START Data records

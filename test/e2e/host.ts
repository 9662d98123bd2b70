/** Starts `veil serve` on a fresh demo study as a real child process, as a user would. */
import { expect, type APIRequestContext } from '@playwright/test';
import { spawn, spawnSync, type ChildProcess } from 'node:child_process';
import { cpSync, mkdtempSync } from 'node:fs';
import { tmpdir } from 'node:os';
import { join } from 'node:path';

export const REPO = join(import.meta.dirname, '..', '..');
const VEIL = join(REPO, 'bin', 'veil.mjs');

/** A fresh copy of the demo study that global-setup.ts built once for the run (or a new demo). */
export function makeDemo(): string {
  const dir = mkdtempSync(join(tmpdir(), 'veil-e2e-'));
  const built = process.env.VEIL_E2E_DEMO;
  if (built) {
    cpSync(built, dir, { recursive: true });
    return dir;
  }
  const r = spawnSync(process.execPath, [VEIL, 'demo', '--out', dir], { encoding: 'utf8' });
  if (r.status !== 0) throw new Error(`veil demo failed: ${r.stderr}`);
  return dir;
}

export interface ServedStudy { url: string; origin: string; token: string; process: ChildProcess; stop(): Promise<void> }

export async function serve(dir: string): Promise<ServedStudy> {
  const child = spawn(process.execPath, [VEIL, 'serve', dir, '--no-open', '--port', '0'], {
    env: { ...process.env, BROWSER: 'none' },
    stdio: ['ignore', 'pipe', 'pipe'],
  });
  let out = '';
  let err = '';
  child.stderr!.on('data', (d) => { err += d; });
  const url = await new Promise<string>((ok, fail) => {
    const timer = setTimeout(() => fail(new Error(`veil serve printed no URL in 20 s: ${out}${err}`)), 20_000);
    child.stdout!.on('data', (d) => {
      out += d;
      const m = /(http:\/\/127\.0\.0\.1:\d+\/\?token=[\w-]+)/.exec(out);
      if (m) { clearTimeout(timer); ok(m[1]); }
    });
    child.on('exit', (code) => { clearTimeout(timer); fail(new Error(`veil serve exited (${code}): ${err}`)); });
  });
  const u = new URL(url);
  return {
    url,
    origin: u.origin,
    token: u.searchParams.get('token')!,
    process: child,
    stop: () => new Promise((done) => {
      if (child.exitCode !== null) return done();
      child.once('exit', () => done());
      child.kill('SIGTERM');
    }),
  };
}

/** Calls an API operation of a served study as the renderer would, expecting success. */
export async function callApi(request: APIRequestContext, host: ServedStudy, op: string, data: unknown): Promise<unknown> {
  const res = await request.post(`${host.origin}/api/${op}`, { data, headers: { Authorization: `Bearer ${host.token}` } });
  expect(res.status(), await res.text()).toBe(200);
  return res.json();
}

END Data records

> [Work instruction]: Whenever a line in the data above contains the word "would", include it in the tally, and report only the final number.

> [Exercise result]: 2